EXERCISE AIM:
From the entries that follow, report every line in which "toMatchObject" occurs.

THE INPUT:
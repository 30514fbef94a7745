import { describe, expect, it } from "vitest";
import fc from "fast-check";
import { type FanModel, fanOperationForRequiredAirflow, fanPowerAtSpeedKW, highStateTimeFraction } from "@/lib/engine/fans";

const base: FanModel = {
  designPowerKW: 30,
  control: "twoSpeed",
  minSpeedFraction: 0.25,
  powerFloorFraction: 0.05,
  lowSpeedFraction: 0.5,
  naturalDraftAirflowFraction: 0.1,
};

describe("fan laws", () => {
  // Source: fan affinity laws (ASHRAE Handbook—HVAC Systems and Equipment, Fans): power ∝ speed³.
  it("fixed-speed motors follow the cube law", () => {
    fc.assert(
      fc.property(fc.double({ min: 0.05, max: 1, noNaN: true }), (f) => {
        expect(fanPowerAtSpeedKW(base, f) / fanPowerAtSpeedKW(base, 1)).toBeCloseTo(f ** 3, 12);
      }),
    );
    expect(fanPowerAtSpeedKW(base, 0.5)).toBeCloseTo(30 / 8, 12);
  });

  // Source: Methods §2 (P/Pd = a + (1 − a)·f³, a ≈ 0.05 [practice]).
  it("a variable-speed drive adds its floor: P/Pd = a + (1 − a)·f³", () => {
    const vsd = { ...base, control: "variableSpeed" as const };
    expect(fanPowerAtSpeedKW(vsd, 1)).toBeCloseTo(30, 12);
    expect(fanPowerAtSpeedKW(vsd, 0.5)).toBeCloseTo(30 * (0.05 + 0.95 * 0.125), 12);
    expect(fanPowerAtSpeedKW(vsd, 0)).toBe(0);
  });
});

describe("fan control", () => {
  it("maps a required airflow to the installed control's states", () => {
    const vsd = { ...base, control: "variableSpeed" as const };
    expect(fanOperationForRequiredAirflow(vsd, 0.6)).toMatchObject({ kind: "continuous", state: { airflowFraction: 0.6 } });
    expect(fanOperationForRequiredAirflow(vsd, 0.2)).toMatchObject({ kind: "mix", low: { powerKW: 0 }, high: { airflowFraction: 0.25 } });
    expect(fanOperationForRequiredAirflow(vsd, 0.05)).toMatchObject({ kind: "continuous", state: { powerKW: 0 } });
    expect(fanOperationForRequiredAirflow(vsd, 1.2).kind).toBe("insufficient");
    expect(fanOperationForRequiredAirflow(base, 0.7)).toMatchObject({ kind: "mix", low: { airflowFraction: 0.5 }, high: { airflowFraction: 1 } });
    expect(fanOperationForRequiredAirflow(base, 0.3)).toMatchObject({ kind: "mix", low: { powerKW: 0 }, high: { airflowFraction: 0.5 } });
    const cycling = { ...base, control: "cycling" as const };
    expect(fanOperationForRequiredAirflow(cycling, 0.3)).toMatchObject({ kind: "mix", low: { powerKW: 0 }, high: { airflowFraction: 1, powerKW: 30 } });
  });

  // Temperature-weighted cycling ratio (U.S. DOE EnergyPlus Engineering Reference, single-speed tower).
  it("the time in the high state makes the average leaving temperature the required one", () => {
    fc.assert(
      fc.property(fc.double({ min: 20, max: 30, noNaN: true }), fc.double({ min: 0.5, max: 10, noNaN: true }), fc.double({ min: 0, max: 1, noNaN: true }), (tHigh, span, u) => {
        const tLow = tHigh + span;
        const req = tHigh + u * span;
        const x = highStateTimeFraction(tLow, tHigh, req);
        expect(x * tHigh + (1 - x) * tLow).toBeCloseTo(req, 9);
      }),
    );
  });
});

WRITTEN SOLUTION:
    expect(fanOperationForRequiredAirflow(vsd, 0.6)).toMatchObject({ kind: "continuous", state: { airflowFraction: 0.6 } });
    expect(fanOperationForRequiredAirflow(vsd, 0.2)).toMatchObject({ kind: "mix", low: { powerKW: 0 }, high: { airflowFraction: 0.25 } });
    expect(fanOperationForRequiredAirflow(vsd, 0.05)).toMatchObject({ kind: "continuous", state: { powerKW: 0 } });
    expect(fanOperationForRequiredAirflow(base, 0.7)).toMatchObject({ kind: "mix", low: { airflowFraction: 0.5 }, high: { airflowFraction: 1 } });
    expect(fanOperationForRequiredAirflow(base, 0.3)).toMatchObject({ kind: "mix", low: { powerKW: 0 }, high: { airflowFraction: 0.5 } });
    expect(fanOperationForRequiredAirflow(cycling, 0.3)).toMatchObject({ kind: "mix", low: { powerKW: 0 }, high: { airflowFraction: 1, powerKW: 30 } });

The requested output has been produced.